20. An invoicing schedule will be agreed with the Client at the outset of the commission. Payment(s) will be made by the Client on receipt of invoices and will be paid in full within 28 days inclusive of the date on the invoice(s). Fees will be made payable to the Company in full without deduction of tax and/or national insurance contributions.

21. If the Company has underestimated the time it will take to complete the commission, it will have no impact on the fees. If the Client wishes to amend the commission and/or faces unexpected difficulties, which result in the workload of the commission significantly increasing due to factors beyond the control of the Company, the Company will discuss with the Client whether to reduce other parts of the commission to compensate or to increase the fees. For the avoidance of doubt, any time taken to comply with Freedom of Information requests that clients are subject to is considered additional to the commission and will be charged at our standard rates and in line with our Terms and Conditions, unless this has been explicitly stated otherwise in the quote. The Client confirms that any delays caused by the above will not constitute a breach of terms. 

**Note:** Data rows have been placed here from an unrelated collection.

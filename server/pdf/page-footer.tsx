import { Text, View } from "@react-pdf/renderer";
import { base } from "./styles.ts";

/** The line at the foot of every page: what the document is, and page n of N. */
export function PageFooter({ label }: { label: string }) {
  return (
    <View style={base.footer} fixed>
      <Text>{label}</Text>
      <Text render={({ pageNumber, totalPages }) => `Page ${pageNumber} of ${totalPages}`} />
    </View>
  );
}
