/** A deviation record: the lot, the results that opened it, the discussion and the decision. */
import { Document, Page, StyleSheet, Text, View, renderToBuffer } from "@react-pdf/renderer";
import { verdictText } from "../../shared/lots/verdict-text.ts";
import type { LotStatus } from "../../shared/lots/lot-status.ts";
import { findParameter } from "../../shared/engine/index.ts";
import { CONDITION_LABELS, DEVIATION_OUTCOME_LABELS, DEVIATION_STATUS_LABELS } from "../../shared/deviations/vocabulary.ts";
import type { DeviationDetail } from "../../shared/deviations/views.ts";
import { registerPdfFonts } from "./fonts.ts";
import { PageFooter } from "./page-footer.tsx";
import { base, stamp } from "./styles.ts";

const s = {
  ...base,
  ...StyleSheet.create({
    cell: { width: "25%", paddingRight: 4 },
    message: { marginBottom: 6, paddingLeft: 6, borderLeftWidth: 2, borderLeftColor: "#ddd6ca" },
  }),
};

function Record({ d, lotStatus, generatedAt }: { d: DeviationDetail; lotStatus: LotStatus; generatedAt: Date }) {
  return (
    <Document title={`Deviation ${d.id}`} author="Cellarpact">
      <Page size="A4" style={s.page}>
        <Text style={s.brand}>Cellarpact · Deviation record</Text>
        <Text style={s.h1}>
          Deviation #{d.id} — lot {d.lotCode} ({DEVIATION_STATUS_LABELS[d.status]})
        </Text>
        <Text>
          {d.wineName}, vintage {d.vintage} · contract {d.contractReference} · producer {d.producerName}
        </Text>
        <Text>
          Opened {d.createdAt.slice(0, 16).replace("T", " ")} UTC ({d.kind}): {d.summary}
        </Text>
        <Text style={{ marginTop: 4, fontWeight: 600 }}>
          Lot status: {lotStatus.label}. {lotStatus.reason}
        </Text>
        <Text style={s.h2}>Results that opened it</Text>
        {d.verdicts.length === 0 ? (
          <Text style={s.small}>Opened by hand or from a transit comparison; see the summary above.</Text>
        ) : (
          d.verdicts.map((v) => (
            <View key={v.parameter} style={s.row} wrap={false}>
              <Text style={s.cell}>{findParameter(v.parameter)?.name ?? v.parameter}</Text>
              <Text style={s.cell}>{verdictText(v).result}</Text>
              <Text style={s.cell}>{v.outcome}</Text>
              <Text style={[s.cell, s.small]}>{v.explanation}</Text>
            </View>
          ))
        )}
        <Text style={s.h2}>Discussion</Text>
        {d.messages.length === 0 && <Text style={s.small}>No message.</Text>}
        {d.messages.map((m) => (
          <View key={m.id} style={s.message} wrap={false}>
            <Text style={s.small}>
              {m.createdAt.slice(0, 16).replace("T", " ")} UTC · {m.author}, {m.organisation} · {m.kind}
              {m.parentId ? ` (reply to #${m.parentId})` : ""}
              {m.editedAt ? " · edited" : ""}
            </Text>
            {m.proposal && (
              <Text>
                {DEVIATION_OUTCOME_LABELS[m.proposal.outcome]}
                {m.proposal.conditions.length
                  ? ` — ${m.proposal.conditions.map((c) => `${CONDITION_LABELS[c.kind]}: ${c.detail}`).join("; ")}`
                  : ""}
              </Text>
            )}
            {m.quote && (
              <Text style={s.small}>
                Quoted: {findParameter(m.quote.parameter)?.name} {m.quote.resultText} ({m.quote.outcome})
              </Text>
            )}
            <Text>{m.body}</Text>
          </View>
        ))}
        <Text style={s.h2}>Decision</Text>
        {d.decision ? (
          <>
            <Text>
              {DEVIATION_OUTCOME_LABELS[d.decision.outcome]} — decided by {d.decidedBy} on {d.decidedAt?.slice(0, 10)}
            </Text>
            {d.decision.conditions.map((c, i) => (
              <Text key={i}>
                {CONDITION_LABELS[c.kind]}: {c.detail}
              </Text>
            ))}
            <Text>Reason: {d.decision.reason}</Text>
          </>
        ) : (
          <Text style={s.small}>Not decided yet.</Text>
        )}
        <PageFooter label={`Deviation #${d.id} · generated ${stamp(generatedAt)}`} />
      </Page>
    </Document>
  );
}

export async function renderDeviationRecord(d: DeviationDetail, lotStatus: LotStatus): Promise<Buffer> {
  registerPdfFonts();
  return renderToBuffer(<Record d={d} lotStatus={lotStatus} generatedAt={new Date()} />);
}
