import { useId, type InputHTMLAttributes, type ReactNode, type SelectHTMLAttributes, forwardRef } from "react";

interface FieldShellProps {
  label: string;
  /** A caller-chosen id for the control; generated when absent. */
  id?: string;
  error?: string;
  hint?: string;
  children: (ids: { inputId: string; describedBy: string | undefined }) => ReactNode;
}

function FieldShell({ label, error, hint, id, children }: FieldShellProps) {
  const generated = useId();
  const inputId = id ?? generated;
  const hintId = `${inputId}-hint`;
  const errorId = `${inputId}-error`;
  const describedBy = [hint ? hintId : null, error ? errorId : null].filter(Boolean).join(" ") || undefined;
  return (
    <div className="flex flex-col gap-1">
      <label htmlFor={inputId} className="text-sm font-semibold text-ink-900">
        {label}
      </label>
      {children({ inputId, describedBy })}
      {hint && (
        <p id={hintId} className="text-xs text-ink-500">
          {hint}
        </p>
      )}
      {error && (
        <p id={errorId} role="alert" className="text-xs font-semibold text-alarm-700">
          {error}
        </p>
      )}
    </div>
  );
}

const inputClass =
  "min-w-0 rounded-md border border-line bg-white px-3 py-2 text-base text-ink-900 aria-[invalid=true]:border-alarm-700 focus:border-must-600";

export type TextFieldProps = InputHTMLAttributes<HTMLInputElement> & { label: string; error?: string; hint?: string };

export const TextField = forwardRef<HTMLInputElement, TextFieldProps>(function TextField({ label, error, hint, id, ...props }, ref) {
  return (
    <FieldShell label={label} error={error} hint={hint} id={id}>
      {({ inputId, describedBy }) => (
        <input
          ref={ref}
          id={inputId}
          aria-invalid={error ? true : undefined}
          aria-describedby={describedBy}
          className={inputClass}
          {...props}
        />
      )}
    </FieldShell>
  );
});

type SelectFieldProps = SelectHTMLAttributes<HTMLSelectElement> & {
  label: string;
  error?: string;
  hint?: string;
  options: readonly { value: string; label: string }[];
};

export const SelectField = forwardRef<HTMLSelectElement, SelectFieldProps>(function SelectField(
  { label, error, hint, options, id, ...props },
  ref,
) {
  return (
    <FieldShell label={label} error={error} hint={hint} id={id}>
      {({ inputId, describedBy }) => (
        <select
          ref={ref}
          id={inputId}
          aria-invalid={error ? true : undefined}
          aria-describedby={describedBy}
          className={inputClass}
          {...props}
        >
          {options.map((o) => (
            <option key={o.value} value={o.value}>
              {o.label}
            </option>
          ))}
        </select>
      )}
    </FieldShell>
  );
});

/** A file picker with its label; hands the chosen file on. */
export function FileField({ label, accept, hint, onFile }: { label: string; accept: string; hint?: string; onFile: (file: File) => void }) {
  return (
    <FieldShell label={label} hint={hint}>
      {({ inputId, describedBy }) => (
        <input
          id={inputId}
          type="file"
          accept={accept}
          aria-describedby={describedBy}
          className="text-sm"
          onChange={(e) => {
            const file = e.target.files?.[0];
            if (file) onFile(file);
          }}
        />
      )}
    </FieldShell>
  );
}
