/** A typed list filter: it shows what the user types at once and hands it on once typing pauses, so a list is asked once per pause. */
import { TextField, type TextFieldProps } from "./field.tsx";
import { useDebouncedCallback } from "../../lib/use-debounced.ts";

type Props = Omit<TextFieldProps, "onChange" | "defaultValue" | "value"> & { value?: string; onFilter: (value: string) => void };

export function FilterField({ value, onFilter, type = "search", ...props }: Props) {
  const handOn = useDebouncedCallback(onFilter);
  return <TextField type={type} defaultValue={value ?? ""} onChange={(e) => handOn(e.target.value)} {...props} />;
}
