describe("the laboratory's side", () => {
  it("sees the order only once it is paid, and works blind to the producer's values", async () => {
    expect((await lab.agent.get(L(`/audit-orders/${orderId}`))).status).toBe(404);
    await pay();
    // Regression: the laboratory's in-app notification (and so its e-mail) points at the order page the client serves.
    const notes = (await lab.agent.get("/api/me/notifications")).body.items as { title: string; link: string }[];
    const note = notes.find((n) => n.title.startsWith("New paid audit"))!;
    expect(matchPath(ROUTES.order, note.link)?.params.orderId).toBe(String(orderId));
    const list = await lab.agent.get(L("/audit-orders"));
    expect(list.body.items.map((o: { id: number }) => o.id)).toContain(orderId);
    const detail = await lab.agent.get(L(`/audit-orders/${orderId}`));
    expect(detail.status).toBe(200);
    expect(detail.body.actions.submitResults).toBe(true);
    expect(detail.body.amountCents).toBe(0);
    expect(detail.body.payments).toEqual([]);
    expect(detail.body.lots[0].comparisons).toEqual([]);
    expect(detail.body.lots[0].declaredAnalysisId).toBeNull();
  });

  it("refuses results that miss an ordered parameter or add one not ordered, naming it", async () => {
    const missing = await lab.agent
      .post(L(`/audit-orders/${orderId}/results`))
      .set("x-csrf-token", lab.csrf)
      .send({ idempotencyKey: randomUUID(), sampleDate: "2026-11-28", lots: [{ lotId, results: labResults().slice(0, 2) }] });
    expect(missing.status).toBe(400);
    expect(missing.body.errors).toContainEqual({ path: "lots.0.results", message: "Missing Actual alcoholic strength." });
    const extra = await lab.agent
      .post(L(`/audit-orders/${orderId}/results`))
      .set("x-csrf-token", lab.csrf)
      .send({
        idempotencyKey: randomUUID(),
        sampleDate: "2026-11-28",
        lots: [{ lotId, results: [...labResults(), { parameter: "ph", raw: "3.2", unit: "pH" }] }],
      });
    expect(extra.status).toBe(400);
    expect(extra.body.errors[0].message).toBe("pH was not ordered.");
    expect(
      (
        await producer.agent
          .post(P(`/audit-orders/${orderId}/results`))
          .set("x-csrf-token", producer.csrf)
          .send({})
      ).status,
    ).toBe(403);
  });

  it("submits once (a retry with the same key gets the same answer); a discrepancy opens an audit deviation", async () => {
    const body = {
      idempotencyKey: randomUUID(),
      sampleDate: "2026-11-28",
      accreditation: "ISO/IEC 17025 no. 4471",
      reportReference: "NG-26-1187",
      lots: [{ lotId, results: labResults() }],
    };
    const first = await lab.agent
      .post(L(`/audit-orders/${orderId}/results`))
      .set("x-csrf-token", lab.csrf)
      .send(body);
    expect(first.status).toBe(201);
    expect(first.body.discrepancies).toEqual([{ lotId, parameters: ["volatile_acidity"] }]);
    const retry = await lab.agent
      .post(L(`/audit-orders/${orderId}/results`))
      .set("x-csrf-token", lab.csrf)
      .send(body);
    expect(retry.status).toBe(200);
    expect(retry.body).toEqual(first.body);
    const again = await lab.agent
      .post(L(`/audit-orders/${orderId}/results`))
      .set("x-csrf-token", lab.csrf)
      .send({ ...body, idempotencyKey: randomUUID() });
    expect(again.status).toBe(409);
  });

  it("scores each result against the independent laboratory's (hand-worked ISO 13528 values)", async () => {
    const o = (await tech.agent.get(B(`/audit-orders/${orderId}`))).body;
    expect(o.status).toBe("completed");
    const c = Object.fromEntries(o.lots[0].comparisons.map((x: { parameter: string }) => [x.parameter, x]));
    // VA: (0.40 − 0.48) / √(0.03² + 0.03²) = −1.8856: unsatisfactory.
    expect(c.volatile_acidity.en).toBeCloseTo(-1.8856, 3);
    expect(c.volatile_acidity.outcome).toBe("discrepant");
    // Free SO2: (30 − 31) / √(3² + 3²) = −0.2357; z = (30 − 31) / (0.10 × 31) = −0.3226 (σ_pt = the catalogue's 10 % default).
    expect(c.free_so2.en).toBeCloseTo(-0.2357, 3);
    expect(c.free_so2.z).toBeCloseTo(-0.3226, 3);
    expect(c.free_so2.outcome).toBe("agrees");
    // Alcohol: (12.50 − 12.55) / √(0.1² + 0.1²) = −0.3536.
    expect(c.alcohol.en).toBeCloseTo(-0.3536, 3);
    expect(o.deviationIds.length).toBeGreaterThanOrEqual(1);
    expect(o.reportReference).toBe("NG-26-1187");
  });

  it("the laboratory reads the deviations of its audit, and only those, without taking part", async () => {
    const o = (await finance.agent.get(B(`/audit-orders/${orderId}`))).body;
    const list = await lab.agent.get(L("/deviations?limit=200"));
    expect(list.status).toBe(200);
    const ids = list.body.items.map((d: { id: number }) => d.id);
    for (const id of o.deviationIds) expect(ids).toContain(id);
    const audit = list.body.items.find((d: { kind: string; lotId: number }) => d.kind === "audit" && d.lotId === lotId);
    expect(audit.summary).toMatch(/Volatile acidity \(En = -1\.89/);
    const detail = await lab.agent.get(L(`/deviations/${audit.id}`));
    expect(detail.status).toBe(200);
    expect(detail.body.side).toBe("laboratory");
    expect(Object.values(detail.body.actions).every((a) => a === false)).toBe(true);
    expect(
      (
        await lab.agent
          .post(L(`/deviations/${audit.id}/messages`))
          .set("x-csrf-token", lab.csrf)
          .send({ kind: "comment", body: "Our result stands." })
      ).status,
    ).toBe(403);
    // A deviation that no audit of this laboratory opened stays invisible to it.
    const other = await producer.agent
      .post(P("/deviations"))
      .set("x-csrf-token", producer.csrf)
      .send({ lotId, parameters: ["ph"], reason: "Capsule batch changed on the line; checking the lot." });
    expect(other.status).toBe(201);
    expect((await lab.agent.get(L(`/deviations/${other.body.id}`))).status).toBe(404);
    expect((await lab.agent.get(L("/deviations?limit=200"))).body.items.map((d: { id: number }) => d.id)).not.toContain(other.body.id);
    const valsorda = await signInAs(t.app, DEMO.valsordaQuality);
    expect((await valsorda.agent.get(`/api/orgs/${ORG.valsorda}/deviations/${audit.id}`)).status).toBe(404);
  });

  it("the producer sees the comparison on its lot once the results are in", async () => {
    const lot = await producer.agent.get(P(`/lots/${lotId}`));
    expect(lot.body.audits[0].reference).toMatch(/^AUD-\d{5}$/);
    expect(lot.body.audits[0].comparisons).toHaveLength(3);
    const audited = lot.body.analyses.filter((a: { auditOrderId: number | null }) => a.auditOrderId === orderId);
    expect(audited).toHaveLength(1);
    // Judged on the ordered parameters only: the spec's other rows are not "missing" from an audit.
    expect(audited[0].evaluation.verdicts.map((v: { parameter: string }) => v.parameter).sort()).toEqual([
      "alcohol",
      "free_so2",
      "volatile_acidity",
    ]);
    const upload = await producer.agent
      .post(P(`/analyses/${audited[0].id}/certificates`))
      .set("x-csrf-token", producer.csrf)
      .attach("file", Buffer.from("%PDF-1.4\n%%EOF\n"), "report.pdf");
    expect(upload.status).toBe(403);
    // The laboratory attaches its own report to its analysis; both parties can then read it.
    const report = await lab.agent
      .post(L(`/analyses/${audited[0].id}/certificates`))
      .set("x-csrf-token", lab.csrf)
      .attach("file", Buffer.from("%PDF-1.4\n1 0 obj << /Type /Catalog >> endobj\ntrailer << /Root 1 0 R >>\n%%EOF\n"), "NG-26-1187.pdf");
    expect(report.status).toBe(201);
    const withReport = await producer.agent.get(P(`/lots/${lotId}`));
    const cert = withReport.body.analyses.find((a: { id: number }) => a.id === audited[0].id).certificates[0];
    expect(cert.originalName).toBe("NG-26-1187.pdf");
    expect((await tech.agent.get(B(`/certificates/${cert.id}`))).status).toBe(200);
    expect((await lab.agent.get(L(`/certificates/${cert.id}`))).status).toBe(200);
    // Served with the type found in its bytes at upload, whatever its name says (OWASP File Upload Cheat Sheet).
    const own = withReport.body.analyses.find((a: { auditOrderId: number | null }) => a.auditOrderId === null);
    const misnamed = await producer.agent
      .post(P(`/analyses/${own.id}/certificates`))
      .set("x-csrf-token", producer.csrf)
      .attach("file", Buffer.from("%PDF-1.4\n1 0 obj << /Type /Catalog >> endobj\ntrailer << /Root 1 0 R >>\n%%EOF\n"), "NG-26-1188.html");
    expect(misnamed.status).toBe(201);
    const servedAs = await producer.agent.get(P(`/certificates/${misnamed.body.id}`));
    expect(servedAs.headers["content-type"]).toMatch(/^application\/pdf/);
    expect(servedAs.headers["content-disposition"]).toContain("NG-26-1188.html");
    // Regression: the laboratory reads back the values it sent, and the buyer's order links its signed report.
    const labView = (await lab.agent.get(L(`/audit-orders/${orderId}`))).body;
    const sentValues = Object.fromEntries(
      labView.lots[0].verdicts.map((v: { parameter: string; resultText: string }) => [v.parameter, v.resultText]),
    );
    expect(sentValues).toEqual({ free_so2: "31", volatile_acidity: "0.48", alcohol: "12.55" });
    const buyerView = (await tech.agent.get(B(`/audit-orders/${orderId}`))).body;
    expect(buyerView.lots[0].reports).toEqual([{ id: cert.id, originalName: "NG-26-1187.pdf" }]);
    // Not on the producer's own analyses, though.
    const declaredId = withReport.body.analyses.find((a: { auditOrderId: number | null }) => a.auditOrderId === null).id;
    expect(
      (
        await lab.agent
          .post(L(`/analyses/${declaredId}/certificates`))
          .set("x-csrf-token", lab.csrf)
          .attach("file", Buffer.from("%PDF-1.4\n%%EOF\n"), "x.pdf")
      ).status,
    ).toBe(404);
  });
});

22. a) The Company will charge in full for expenses as outlined in our quote. Without prejudice to clause 21, above; if the Company exceeds the estimated expenses costs it will absorb any additional expenditure. b) The Company will not supply individual receipts for expenses. If the Client requires copies of expenses receipts, the Company will make an additional administration charge in addition to the quoted fees commensurate with the additional time taken to meet requests at a cost at a rate of £30 per hour (charged in whole hours) plus any expenses incurred. 

23. Failure by the Client to pay any fees by the due date, as shown on the relevant invoice(s), shall entitle the Company to immediately cease work for the Client and to:

 a) cancel the balance (if any) of the agreement under which the Client has failed to pay and to recover from the Client damages for any loss suffered by the Company as a result of such cancellations and/ or 

b) cancel any other agreement or the balance of any other agreement which the Company may have with the Client and to recover any loss suffered by the Company as a result of such cancellations and/ or 

c) charge interest at the rate for the time being applicable under the Late Payment of Commercial Debts (Interest) Act 1998 (or subsequent revisions thereof) in the case of overdue accounts. The Company also reserves the right to terminate the engagement and cease acting if payment of any fees billed is unduly delayed. 

Waiver

24. A waiver by either part of any terms or conditions of this Agreement in any instance shall not be deemed or construed to be a waiver of such term or condition for the future, or of any subsequent breach of it. 

Law & jurisdiction 

26. This Agreement shall be governed by and construed in accordance with English and Welsh law and the Parties hereto submit to the jurisdiction of the English and Welsh courts.

Variation

27. Without invalidating the contract the client may instruct variations to the nature of the works [additions or omissions] or to the order of the works or to the period in which the works are to be commenced and completed. Any such variations will be valued by agreement between the contractor and the client on a fair and reasonable basis. If variations occur, which the contractor feels lie beyond the original tender price, the contractor should inform the contract administrator of the nature of the works, the reason that they fall outside the original contract, and the cost that will be incurred, before these works are undertaken. The contract administrator will respond as soon as reasonably possible in writing, to instruct the contractor. The client is not responsible for any extra works undertaken that were not approved in writing by the contract administrator.